# Exercise data

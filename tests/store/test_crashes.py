"""Short forms of kills.py and crash_images.py, and that the latter can fail."""

import random

import crash_images
import kills
import pytest


def test_a_killed_writer_loses_at_most_its_last_second():
    assert len(kills.run(20, seed=7)) == 20


def test_crash_images_open_whole_with_everything_committed():
    assert crash_images.run(20, seed=7)["images"] == 20


def test_images_without_what_was_synced_are_told(tmp_path):
    """The check is one: a disk that lies about syncs loses committed events, and that is seen."""
    chance = random.Random(3)
    (tmp_path / "log").mkdir()
    recording = crash_images.record(tmp_path / "log", chance)
    lying = [action for action in recording.actions if action[0] != "sync" or not action[1].endswith("-wal")]
    begun = lying.index(("committed", "", 0, b""))
    seen = 0
    for number in range(20):
        folder = tmp_path / f"image{number}"
        folder.mkdir()
        point = chance.randrange(begun + 1, len(lying))
        committed = crash_images.image(crash_images.Recording(lying), point, folder, chance)
        try:
            crash_images.check(folder, committed)
        except AssertionError:
            seen += 1
    assert seen >= 5


@pytest.mark.parametrize("fate", [0, 1])
def test_torn_writes_are_parts_of_the_write(fate):
    chance = random.Random(fate)
    for _ in range(50):
        for where, piece in crash_images._torn(1000, bytes(range(256)) * 8, chance):
            assert piece == (bytes(range(256)) * 8)[where - 1000 : where - 1000 + len(piece)]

# Problem statement
An exact restatement of the data is required.

# Written answer
filename tests/store/test_crashes.py
"""Short forms of kills.py and crash_images.py, and that the latter can fail."""

import random

import crash_images
import kills
import pytest


def test_a_killed_writer_loses_at_most_its_last_second():
    assert len(kills.run(20, seed=7)) == 20


def test_crash_images_open_whole_with_everything_committed():
    assert crash_images.run(20, seed=7)["images"] == 20


def test_images_without_what_was_synced_are_told(tmp_path):
    """The check is one: a disk that lies about syncs loses committed events, and that is seen."""
    chance = random.Random(3)
    (tmp_path / "log").mkdir()
    recording = crash_images.record(tmp_path / "log", chance)
    lying = [action for action in recording.actions if action[0] != "sync" or not action[1].endswith("-wal")]
    begun = lying.index(("committed", "", 0, b""))
    seen = 0
    for number in range(20):
        folder = tmp_path / f"image{number}"
        folder.mkdir()
        point = chance.randrange(begun + 1, len(lying))
        committed = crash_images.image(crash_images.Recording(lying), point, folder, chance)
        try:
            crash_images.check(folder, committed)
        except AssertionError:
            seen += 1
    assert seen >= 5


@pytest.mark.parametrize("fate", [0, 1])
def test_torn_writes_are_parts_of_the_write(fate):
    chance = random.Random(fate)
    for _ in range(50):
        for where, piece in crash_images._torn(1000, bytes(range(256)) * 8, chance):
            assert piece == (bytes(range(256)) * 8)[where - 1000 : where - 1000 + len(piece)]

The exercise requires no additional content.